Task goal
A line below contains "control, of_current = self.control(nodes)", and a later one contains "self.values[lag] = Fraction(2, 1000)". Repeat both, with every line between them, exactly.

[Stored dataset items]
---------------
"""Random networks with what ships with the notation: the H of the text is that of the parts the oracle is told of.

The law: a section in its place is the parts it stands for (transistors, transformers, converters, amplifiers with
gain, bandwidth and impedances, potentiometers, crystals, coupled coils).
"""

from __future__ import annotations

from fractions import Fraction

import pytest

import symnet as sn
from symnet.errors import SymnetError
from tests import oracle
from tests.networks import seeded

BLOCK = 50
BLOCKS = 8
#: s in rad/s, any rational that is no pole of any of them
AT = Fraction(104729, 7)


@pytest.mark.parametrize("first", range(0, BLOCK * BLOCKS, BLOCK))
def test_h_is_that_of_the_parts(first: int) -> None:
    solved = 0
    for seed in range(first, first + BLOCK):
        sketch = seeded(seed, devices=True, most_nodes=5)
        network = sn.network(sketch.text)
        assert sn.network(network.to_text()) == network, seed
        try:
            wanted = oracle.transfer_exact(sketch.drawing, {**sketch.values, "s": AT})
        except oracle.NoSolutionError:
            with pytest.raises(SymnetError):
                sn.derive(network).numeric()
            continue
        h = sn.derive(network).numeric()
        top, bottom = (sum(c * AT**k for k, c in enumerate(side)) for side in (h.num, h.den))
        assert Fraction(top) == wanted * bottom, seed
        solved += 1
    assert solved > 0.8 * BLOCK
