"""Random networks: drawn once, written twice, as symnet text and as the oracle's plain tuples.

One builder serves seeded runs and hypothesis alike; it only asks a chooser for whole numbers. Every node hangs
on gnd by a tree of branches, every op amp has a branch from its output to its minus input, and an ideal output
never meets another one, so that most networks have a solution; whether one has is for the oracle to say.
"""

from __future__ import annotations

import random
from collections.abc import Callable, Sequence
from dataclasses import dataclass, field
from fractions import Fraction
from typing import Any, TypeVar

from hypothesis import strategies as st

from tests.oracle import Drawing, Part

T = TypeVar("T")
Whole = Callable[[int, int], int]

NODES = "abcdefghjkmnpqr"
DIGITS = ("1", "1.5", "2.2", "3.3", "4.7", "6.8")

#: class letter: unit in text, SI value of that unit, smallest and largest decade
SIZES = {
    "R": ("ohm", Fraction(1), 0, 5),
    "L": ("uH", Fraction(1, 10**6), 1, 5),
    "C": ("pF", Fraction(1, 10**12), 1, 5),
}

#: impedances and admittances that are an expression in s
RATIONAL = {
    "Z": ("{R} + s*{L}", "{R}/(1 + s*{R}*{C})", "1/(s*{C})", "{R} + 1/(s*{C})"),
    "Y": ("1/{R} + s*{C}", "s*{C}", "1/({R} + s*{L})", "s*{C}/(1 + s*{R}*{C})"),
}


@dataclass(frozen=True, slots=True)
class Sketch:
    """One network, written twice, with the value of every symbol."""

    text: str
    drawing: Drawing
    values: dict[str, Fraction]


@dataclass(slots=True)
class _Pencil:
    """What has been drawn so far."""

    whole: Whole
    rational: bool
    single: bool = False
    lines: list[str] = field(default_factory=list)
    parts: list[Part] = field(default_factory=list)
    values: dict[str, Fraction] = field(default_factory=dict)
    worth: list[str] = field(default_factory=list)
    inner: int = 0
    coupled: list[tuple[str, str, str]] = field(default_factory=list)

    def pick(self, options: Sequence[T]) -> T:
        return options[self.whole(0, len(options) - 1)]

    def chance(self, of: int) -> bool:
        return self.whole(1, of) == 1

    def size(self, kind: str) -> tuple[str, Fraction]:
        """A value of that class, as text and as a number."""
        unit, one, low, high = SIZES[kind]
        digits = f"{Fraction(self.pick(DIGITS)) * 10 ** self.whole(low, high)}"
        if "/" in digits:
            digits = f"{float(Fraction(digits))}"
        return f"{digits} {unit}", Fraction(digits) * one

    def branch(self, start: str, end: str) -> str:
        """One part between two nodes; gives its name."""
        kind = self.pick("RRRCCCLLZY" if self.rational else "RRRCCCLL")
        name = f"{kind}{1 + sum(part[1][0] == kind for part in self.parts)}"
        value = name
        if kind in RATIONAL:
            sizes = {letter: self.size(letter) for letter in "RLC"}
            form = self.pick(RATIONAL[kind])
            self.worth.append(f"{name} = " + form.format(**{k: text for k, (text, _) in sizes.items()}))
            value = form.format(**{k: f"({number})" for k, (_, number) in sizes.items()})
        else:
            text, self.values[name] = self.size(kind)
            self.worth.append(f"{name} = {text}")
        self.parts.append((kind, name, start, end, value))
        return name

    def link(self, start: str, end: str) -> str:
        """What stands between two nodes: a part, two in series, two in parallel; gives its text."""
        shape = self.whole(0, 5)
        if shape == 0:
            self.inner += 1
            inner = f"inside{self.inner}"
            return f"{self.branch(start, inner)} + {self.branch(inner, end)}"
        if shape == 1:
            return f"{self.branch(start, end)} || {self.branch(start, end)}"
        return self.branch(start, end)

    def chain(self, start: str, end: str) -> None:
        self.lines.append(f"{start} -- {self.link(start, end)} -- {end}")

    def symbol(self, stem: str, unit: str, one: Fraction) -> str:
        """A new law coefficient with a value; gives its name."""
        name = f"{stem}{1 + sum(known.startswith(stem) for known in self.values)}"
        digits = self.pick(DIGITS)
        self.values[name] = Fraction(digits) * one
        self.worth.append(f"{name} = {digits} {unit}".rstrip())
        return name

    def law(self, nodes: Sequence[str], kinds: dict[bool, tuple[str, str, Fraction]]) -> str:
        """A law of one or two voltages or currents; ``kinds`` says per voltage (False) or current what the factor is."""
        terms = []
        for _ in range(1 if self.single or self.whole(0, 3) else 2):
            control, of_current = self.control(nodes)
            terms.append(f"{self.symbol(*kinds[of_current])}*{control}")
        law = " - ".join(terms)
        if self.rational and not self.whole(0, 3):
            lag = self.pick(["tau1", "tau2"])
            if lag not in self.values:
                self.values[lag] = Fraction(2, 1000)
                self.worth.append(f"{lag} = 2 ms")
            law = f"({law})/(1 + s*{lag})"
        return law

    def control(self, nodes: Sequence[str]) -> tuple[str, bool]:
        """A voltage or a current of the network, as text; True when it is a current."""
        named = [part[1] for part in self.parts if part[0] in "RLCZY"]
        if self.chance(3):
            return f"i_{self.pick(named)}", True
        if self.chance(2) and len(nodes) > 1:
            first = self.pick(nodes)
            second = self.pick([node for node in nodes if node != first])
            return f"({first} - {second})", False
        return self.pick(nodes), False


def build(
    whole: Whole,
    most_nodes: int = 6,
    rational: bool = True,
    active: bool = True,
    *,
    least_nodes: int = 2,
    links: tuple[int, int] = (0, 4),
    single: bool = False,
    devices: bool = False,
) -> Sketch:
    """A connected network; ``whole(low, high)`` gives whole numbers, low and high included.

    ``links`` are the fewest and the most branches beyond the tree that hangs every node on gnd. With ``single``
    (and without ``rational``) every law has one term, so that every term of the equations has its own parameter.
    With ``devices`` it holds coupled coils, transformers, transistors and what else ships with the notation.
    """
    pencil = _Pencil(whole, rational, single)
    nodes = list(NODES[: whole(least_nodes, most_nodes)])
    for k, node in enumerate(nodes):
        pencil.chain(node, "gnd" if k == 0 or pencil.chance(4) else pencil.pick(nodes[:k]))
    for _ in range(whole(*links)):
        start = pencil.pick(nodes)
        pencil.chain(start, pencil.pick([node for node in ["gnd", *nodes] if node != start]))
    unfixed = list(nodes)
    drive, drive_text = _drive(pencil, nodes, unfixed)
    if active:
        for k in range(whole(0, 2)):
            _active(pencil, nodes, unfixed, f"{k + 1}")
    read = pencil.control(nodes)[0].strip("()")
    if devices:
        for k in range(whole(1, 3)):
            _device(pencil, nodes, unfixed, f"X{k + 1}")
        _coupled(pencil)
    pencil.lines += [drive_text, f"read {read}"]
    text = "\n".join([*pencil.lines, *pencil.worth])
    return Sketch(text, Drawing(tuple(pencil.parts), drive, read, tuple(pencil.coupled)), pencil.values)


def _drive(pencil: _Pencil, nodes: list[str], unfixed: list[str]) -> tuple[tuple[str, str, str], str]:
    node = pencil.pick(nodes)
    if pencil.whole(0, 2):
        unfixed.remove(node)
        return ("voltage", node, "gnd"), f"drive {node}"
    start = pencil.pick([other for other in ["gnd", *nodes] if other != node])
    if start == "gnd":
        return ("current", "gnd", node), f"drive current into {node}"
    return ("current", start, node), f"drive current from {start} to {node}"


def _active(pencil: _Pencil, nodes: list[str], unfixed: list[str], number: str) -> None:
    """A law or an op amp, as long as a node is left whose voltage nothing holds yet."""
    kind = pencil.pick(["hold", "push", "opamp"])
    if kind == "push":
        start = pencil.pick(nodes)
        end = pencil.pick([node for node in ["gnd", *nodes] if node != start])
        law = pencil.law(nodes, {True: ("beta", "", Fraction(1)), False: ("gm", "mS", Fraction(1, 1000))})
        pencil.lines.append(f"push from {start} to {end} = {law} as pump{number}")
        pencil.parts.append(("push", f"pump{number}", start, end, law))
    elif unfixed and kind == "hold":
        out = unfixed.pop(pencil.whole(0, len(unfixed) - 1))
        others = [node for node in nodes if node != out] or nodes
        law = pencil.law(others, {True: ("rho", "ohm", Fraction(1)), False: ("mu", "", Fraction(1))})
        pencil.lines.append(f"hold {out} = {law} as amp{number}")
        pencil.parts.append(("hold", f"amp{number}", out, "gnd", law))
    elif len(unfixed) > 1:
        out = unfixed.pop(pencil.whole(0, len(unfixed) - 1))
        minus = pencil.pick(unfixed)
        plus = pencil.pick([node for node in ["gnd", *nodes] if node not in {minus, out}])
        pencil.chain(out, minus)
        pencil.lines.append(f"U{number}: opamp(plus={plus}, minus={minus}, out={out})")
        pencil.parts.append(("opamp", f"U{number}", plus, minus, out))


def _device(pencil: _Pencil, nodes: list[str], unfixed: list[str], name: str) -> None:
    """A section that ships with the notation, and for the oracle the parts that it stands for."""
    kinds = ["gyrator", "ota", "bjt", "fet", "potentiometer", "crystal"]
    if len(unfixed) > 1 and len(nodes) > 1:
        kinds += ["transformer", "nic", "cfa", "opamp"]
    kind = pencil.pick(kinds)
    held = unfixed.pop(pencil.whole(0, len(unfixed) - 1)) if kind in kinds[6:] else ""
    a, b, c = (pencil.pick([node for node in ["gnd", *nodes] if node != held]) for _ in range(3))

    def worth(letter: str) -> str:
        """A free symbol with a value of that class, which is an argument of the section."""
        symbol = f"{letter}{name}"
        text, pencil.values[symbol] = pencil.size(letter)
        pencil.worth += [f"free {symbol}", f"{symbol} = {text}"]
        return symbol

    def number(stem: str, unit: str = "", one: Fraction = Fraction(1)) -> str:
        symbol = pencil.symbol(stem, unit, one)
        pencil.worth.append(f"free {symbol}")
        return symbol

    def part(letter: str, inner: str, start: str, end: str, value: str) -> None:
        pencil.parts.append((letter, f"{name}_{inner}", start, end, value))

    arguments: dict[str, str]
    match kind:
        case "gyrator":
            g = number("gm", "mS", Fraction(1, 1000))
            arguments = {"p1": a, "p2": "gnd", "q1": b, "q2": c, "g": g}
            part("push", "forward", a, "gnd", f"{g}*({b} - {c})")
            part("push", "backward", b, c, f"-{g}*{a}")
        case "ota":
            g, r, x = number("gm", "mS", Fraction(1, 1000)), worth("R"), worth("C")
            arguments = {"plus": a, "minus": b, "out": c, "gm": g, "Rout": r, "Cin": x}
            part("push", "amp", "gnd", c, f"{g}*({a} - {b})")
            part("R", "Rout", c, "gnd", r)
            part("C", "Cin", a, b, x)
        case "bjt":
            g, r, x = number("gm", "mS", Fraction(1, 1000)), worth("R"), worth("C")
            arguments = {"collector": a, "base": b, "emitter": c, "gm": g, "Rb": r, "Cmu": x, "Rpi": r}
            inner = f"{name}_b"
            part("push", "source", a, c, f"{g}*({inner} - {c})")
            part("R", "Rb", b, inner, r)
            part("R", "Rpi", inner, c, r)
            part("C", "Cmu", inner, a, x)
        case "fet":
            g, x = number("gm", "mS", Fraction(1, 1000)), worth("C")
            arguments = {"drain": a, "gate": b, "source": c, "gm": g, "Cgd": x, "Cgs": x}
            part("push", "channel", a, c, f"{g}*({b} - {c})")
            part("C", "Cgd", b, a, x)
            part("C", "Cgs", b, c, x)
        case "potentiometer":
            r, k = worth("R"), number("x")
            arguments = {"top": a, "wiper": b, "bottom": c, "Rt": r, "x": k}
            part("R", "Ru", a, b, f"(1 - {k})*{r}")
            part("R", "Rl", b, c, f"{k}*{r}")
        case "crystal":
            r, x, y = worth("R"), worth("C"), worth("L")
            arguments = {"a": a, "b": b, "Rm": r, "Lm": y, "Cm": x, "C0": x}
            part("Z", "motional", a, b, f"{r} + s*{y} + 1/(s*{x})")
            part("C", "C0", a, b, x)
        case "transformer":
            n = number("mu")
            arguments = {"p1": held, "p2": "gnd", "s1": a, "s2": b, "n": n}
            part("hold", "primary", held, "gnd", f"{n}*({a} - {b})")
            part("push", "secondary", a, b, f"-{n}*i_{name}_primary")
        case "nic":
            k = number("mu")
            arguments = {"a": held, "b": a, "k": k}
            part("hold", "link", held, "gnd", a)
            part("push", "inverter", a, "gnd", f"i_{name}_link/{k}")
        case "cfa":
            r, x = worth("R"), worth("C")
            arguments = {"plus": a, "minus": b, "out": held, "Rx": r, "Rt": r, "Ct": x}
            part("hold", "buffer", f"{name}_x", "gnd", a)
            part("R", "Rx", f"{name}_x", b, r)
            part("hold", "amp", held, "gnd", f"-{r}/(1 + s*{r}*{x})*i_{name}_buffer")
        case _:
            gain, r = number("mu"), worth("R")
            wt = number("wt", "krad/s", Fraction(1000))
            arguments = {"plus": a, "minus": b, "out": held, "gain": gain, "gbw": wt, "Rout": r, "pole2": wt}
            law = f"{gain}/(1 + s*{gain}/{wt})/(1 + s/{wt})*({a} - {b})"
            part("hold", "amp", f"{name}_o", "gnd", law)
            part("R", "Rout", f"{name}_o", held, r)
    listed = ", ".join(f"{key}={value}" for key, value in arguments.items())
    pencil.lines.append(f"{name}: {kind}({listed})")


def _coupled(pencil: _Pencil) -> None:
    """Share flux between two coils, if there are two; M below what any of them allows."""
    coils = [part[1] for part in pencil.parts if part[0] == "L" and "_" not in part[1]]
    if len(coils) < 2:
        return
    one, two = coils[0], coils[-1]
    microhenry = float(min(pencil.values[one], pencil.values[two]) / 2 * 10**6)
    pencil.values["M1"] = Fraction(str(microhenry)) / 10**6
    pencil.worth.append(f"M1 = {microhenry} uH")
    pencil.lines.append(f"couple {one} to {two} with M1")
    pencil.coupled.append((one, two, "M1"))


def seeded(seed: int, **how: Any) -> Sketch:
    """The network of a seed: the same one on every machine and in every Python from 3.11 on."""
    return build(random.Random(seed).randint, **how)


@st.composite
def sketches(draw: st.DrawFn, most_nodes: int = 5, *, rational: bool = True, active: bool = True) -> Sketch:
    """Random networks as hypothesis draws them; they shrink towards two nodes and resistors of 1 ohm."""
    return build(lambda low, high: draw(st.integers(low, high)), most_nodes, rational, active)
---------------
Task result
            control, of_current = self.control(nodes)
            terms.append(f"{self.symbol(*kinds[of_current])}*{control}")
        law = " - ".join(terms)
        if self.rational and not self.whole(0, 3):
            lag = self.pick(["tau1", "tau2"])
            if lag not in self.values:
                self.values[lag] = Fraction(2, 1000)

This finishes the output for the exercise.